══ Extracted data
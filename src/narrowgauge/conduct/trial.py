"""The identity run, and the trial of every arm: what is rounded, and what would escape.

Before anything is measured the kernel runs once under float64 through the whole machinery and must give plain NumPy's
bits: what differs went a way of its own.
"""

from __future__ import annotations

from collections.abc import Iterable, Sequence

import numpy as np

from narrowgauge.arithmetic.arithmetic import arithmetic_named
from narrowgauge.conduct.observers import Constants, Notes
from narrowgauge.conduct.reached import most_of, range_entry, reach_entry, text_remarks
from narrowgauge.draws.coarsen import Draws
from narrowgauge.draws.streams import Purpose
from narrowgauge.draws.tape import Tape
from narrowgauge.errors import AuditFileError, DispatchError, KernelError
from narrowgauge.kernel.arms import Arm
from narrowgauge.kernel.auditfile import AuditFile
from narrowgauge.kernel.contract import check_parameters
from narrowgauge.kernel.loading import KernelSource
from narrowgauge.kernel.raised import kept_apart, raised, with_place
from narrowgauge.measure.arms import PLAIN, REFERENCE
from narrowgauge.measure.block import BlockRunner
from narrowgauge.measure.calls import Quantities
from narrowgauge.record.audit import FaultEntry, TrialEntry

__all__ = [
    "FEW",
    "NOT_IDENTICAL",
    "NOT_REPEATABLE",
    "PATHS",
    "check_targets",
    "examine",
    "same_bits",
    "trial_levels",
    "try_arms",
]

PATHS = 1024
FEW = 8  # paths on the finest level, which may have thousands of steps; what is met there does not depend on them
_LEVEL = 2  # coarse enough to be over at once, fine enough to pass through the time loop more than once
NOT_REPEATABLE = (
    "a second call with the same draws does not give the same bits",
    "The kernel is not a function of its draws alone; accepted: a kernel whose calls leave nothing behind",
)
NOT_IDENTICAL = (
    "float64 through the emulation does not give plain NumPy's bits",
    "Either the kernel is not a function of its draws alone, or an operation of it is not emulated rightly",
)


class _Trial:
    """The runs of one trial, and what was noted of them."""

    def __init__(self, file: AuditFile, kernel: KernelSource, runner: BlockRunner) -> None:
        self._file, self._kernel, self._runner = file, kernel, runner
        self.levels = trial_levels(file)
        self._draws: dict[int, Draws | Tape] = {}
        self._reference: dict[int, Notes] = {}
        self._narrow: dict[str, dict[int, Notes]] = {}
        self._finest: Notes | None = None
        self._remarks: list[str] = []
        self.arms = [name for name in runner.arms[1:] if Arm.named(name).exact]  # a format is tried once

    def identity(self) -> None:
        """Run the kernel under plain NumPy and under float64 through the whole machinery, on each level.

        The finest level is run on few paths, since the step sizes there are constants too. Raises what `examine`
        says of the reference.
        """
        self._remark(self._runner.remarks)
        for level in self.levels:
            notes = self._reference[level] = Notes(self.arms)  # kept also where the run stops halfway
            self._remark(_identical(self._file, self._runner, self._drawn(level), level, notes))
        if self._file.ladder.finest not in self.levels:
            self._finest = self._noted_on_finest()

    def arm(self, arm: str, level: int) -> FaultEntry | None:
        """Run one arm on one level, on the reference's draws; what the kernel raises is returned.

        Raises DispatchError for an escape, KernelError for a result of the wrong kind and for want of memory or files.
        """
        notes = Notes([arm])
        draws = self._drawn(level)
        if isinstance(draws, Tape) and not draws.closed:
            _plainly_twice(self._file, self._runner, draws, level)  # writes what the arm has to ask for
        with kept_apart(level, arm) as kept:
            self._runner.caller(arithmetic_named(arm), notes).fine(draws, level)
        if kept.problem is not None:
            return FaultEntry(arm=arm, kind="raised", message=str(raised(kept.problem)))
        self._narrow.setdefault(arm, {})[level] = notes
        return None

    def entry(self, *, identical: bool, faults: list[FaultEntry]) -> TrialEntry:
        """Return all that the runs showed; without a reference nothing was reached."""
        file, main = self._file, self.levels[0]
        references = [*self._reference.values(), *([] if self._finest is None else [self._finest])]
        narrow = [notes for levels in self._narrow.values() for notes in levels.values()]
        reference = self._reference.get(main, Notes(self.arms))
        compared = {arm: levels[main] for arm, levels in self._narrow.items() if main in levels}
        runs = [*references, *narrow]
        remarks = [*self._remarks, *text_remarks(file, runs), *self._unused(runs)]
        constants = Constants(self.arms)
        for notes in references:
            constants.add(notes.constants)
        for arm in self._narrow:
            own = Constants(self.arms)
            for notes in self._narrow[arm].values():
                own.add(notes.constants)
            constants.fill_in(own)
        return TrialEntry(
            identical=identical,
            reach=reach_entry(file, reference, compared if identical else {}, runs, remarks),
            range=range_entry(file, constants, self.arms) if identical else None,
            faults=faults,
        )

    def _drawn(self, level: int) -> Draws | Tape:
        if level not in self._draws:
            self._draws[level] = self._runner.draws(level, 0, Purpose.IDENTITY, PATHS)
        return self._draws[level]

    def _noted_on_finest(self) -> Notes:
        """Run the reference on the finest level: on few paths, or on as many as a block has where those do not do."""
        level = self._file.ladder.finest
        for paths in (FEW, PATHS):
            notes = Notes(self.arms)
            try:
                draws = self._runner.draws(level, 0, Purpose.IDENTITY, paths)
                _identical(self._file, self._runner, draws, level, notes)
                break
            except (KernelError, DispatchError):  # perhaps a kernel that works on groups of paths
                if paths == PATHS or self._runner.singly:
                    raise
        return notes

    def _remark(self, texts: Iterable[str]) -> None:
        self._remarks += [text for text in texts if text not in self._remarks]

    def _unused(self, runs: Sequence[Notes]) -> list[str]:
        """Say which lines of kernel.allow let nothing out."""
        found = {place.resolved() for place in most_of(runs, "escape") if place is not None}
        return [
            f"kernel.allow: nothing escaped at {entry}"
            for entry, place in self._kernel.allowed.items()
            if place not in found
        ]


def examine(file: AuditFile, kernel: KernelSource, runner: BlockRunner) -> TrialEntry:
    """Run the identity run, and every narrow arm once on a small sample, before anything is measured.

    Raises KernelError where the results of plain NumPy and of float64 through the machinery differ in any bit, or those
    of a repeated run, or where the kernel raises in one of them; EscapeError or RefusedError, with level and arm where
    it is a narrow one; AuditFileError where parameters or targets do not fit the kernel. What the kernel raises in a
    narrow arm is left to the measurement.
    """
    trial = _Trial(file, kernel, runner)
    trial.identity()
    for arm in trial.arms:
        for level in trial.levels:
            try:
                fault = trial.arm(arm, level)
            except DispatchError as problem:
                raise type(problem)(f"level {level}, arm {arm}: {problem}") from None
            if fault is not None:
                break
    return trial.entry(identical=True, faults=[])


def try_arms(file: AuditFile, kernel: KernelSource, runner: BlockRunner) -> TrialEntry:
    """Run the same and return what would be rounded and escape, with what stops the reference or a narrow arm."""
    trial = _Trial(file, kernel, runner)
    faults = []
    try:
        trial.identity()
    except DispatchError as problem:
        faults.append(FaultEntry(arm=REFERENCE, kind="escape", message=str(problem)))
    identical = not faults
    for arm in trial.arms:
        for level in trial.levels:
            try:
                fault = trial.arm(arm, level)
            except DispatchError as problem:
                fault = FaultEntry(arm=arm, kind="escape", message=str(problem))
            if fault is not None:
                faults.append(fault)
                break
    return trial.entry(identical=identical, faults=faults)


def trial_levels(file: AuditFile) -> list[int]:
    """Return the levels of a trial: one whose time loop is passed through more than once, then the coarsest."""
    return sorted({min(_LEVEL, file.ladder.finest), 0}, reverse=True)


def _identical(file: AuditFile, runner: BlockRunner, draws: Draws | Tape, level: int, notes: Notes) -> list[str]:
    """Raise unless plain NumPy, plain NumPy again and float64 through the machinery give the same bits.

    Returns what there is to say about the kernel's random numbers and about the modules that it used.
    """
    plain, repeated = _plainly_twice(file, runner, draws, level)
    with with_place(level, REFERENCE, but=", where plain NumPy does not"):
        caller = runner.caller(arithmetic_named(REFERENCE), notes)
        with_machinery = caller.fine(draws, level)
    for name in plain | repeated:
        same_bits(name, plain, repeated, level, NOT_REPEATABLE)
    for name in plain | with_machinery:
        same_bits(name, plain, with_machinery, level, NOT_IDENTICAL)
    check_targets(file, list(plain))
    found = [f"{file.shown(place.file)}:{place.line}: {text}" if place else text for place, text in caller.remarks]
    found += [f"the module {name} is shared: it was imported as it is and not rounded" for name in caller.copy.shared]
    return found + [f"{name} is compiled: it ran as the Python function underneath" for name in caller.copy.compiled]


def _plainly_twice(
    file: AuditFile, runner: BlockRunner, draws: Draws | Tape, level: int
) -> tuple[Quantities, Quantities]:
    """Run the kernel twice under plain NumPy; what it raises is a KernelError with the kernel's own as its cause."""
    with with_place(level, PLAIN):
        caller = runner.caller(None)
        check_parameters(caller.copy.function, file)
        first = caller.fine(draws, level)
        return first, caller.fine(draws, level)


def check_targets(file: AuditFile, quantities: list[str]) -> None:
    """Raise AuditFileError unless the target names the quantities that the kernel returns."""
    if file.target is None:
        return
    names = ", ".join(quantities)
    for key in ("rmse", "largest_correction"):
        figures = getattr(file.target, key)
        for name in figures if isinstance(figures, dict) else ():
            if name not in quantities:
                where = f"target.{key}.{name}"
                raise AuditFileError(file.source, where, "the kernel returns no such quantity", names)
    rmse = file.target.rmse
    accepted = f"a table with a number for each of {names}"
    if isinstance(rmse, dict):
        missing = [name for name in quantities if name not in rmse]
        if missing:
            raise AuditFileError(file.source, "target.rmse", f"no number for {missing[0]}", accepted)
    elif len(quantities) > 1:
        raise AuditFileError(file.source, "target.rmse", f"one number for {len(quantities)} quantities", accepted)


def same_bits(name: str, plain: Quantities, other: Quantities, level: int, words: tuple[str, str]) -> None:
    """Raise KernelError, in these `words`, unless two runs give a quantity the same bits; NaN is NaN."""
    if name not in plain or name not in other:
        raise KernelError(f"the quantity {name!r} is returned in one of two runs only", level=level)
    here, there = plain[name], other[name]
    differs = (here.view(np.int64) != there.view(np.int64)) & ~(np.isnan(here) & np.isnan(there))
    if not differs.any():
        return
    first, (what, reason) = int(np.argmax(differs)), words
    raise KernelError(
        f"{what} for {name!r}: {int(differs.sum())} of {here.size} paths differ, the first is path {first} with "
        f"{float(there[first])!r} for {float(here[first])!r}. {reason}",
        level=level,
    )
════
What to do: Everything above from the line containing "from narrowgauge.record.audit import" down to the line containing "second call with" is to be transcribed exactly, with both of those lines included and nothing else added.

Result below:
from narrowgauge.record.audit import FaultEntry, TrialEntry

__all__ = [
    "FEW",
    "NOT_IDENTICAL",
    "NOT_REPEATABLE",
    "PATHS",
    "check_targets",
    "examine",
    "same_bits",
    "trial_levels",
    "try_arms",
]

PATHS = 1024
FEW = 8  # paths on the finest level, which may have thousands of steps; what is met there does not depend on them
_LEVEL = 2  # coarse enough to be over at once, fine enough to pass through the time loop more than once
NOT_REPEATABLE = (
    "a second call with the same draws does not give the same bits",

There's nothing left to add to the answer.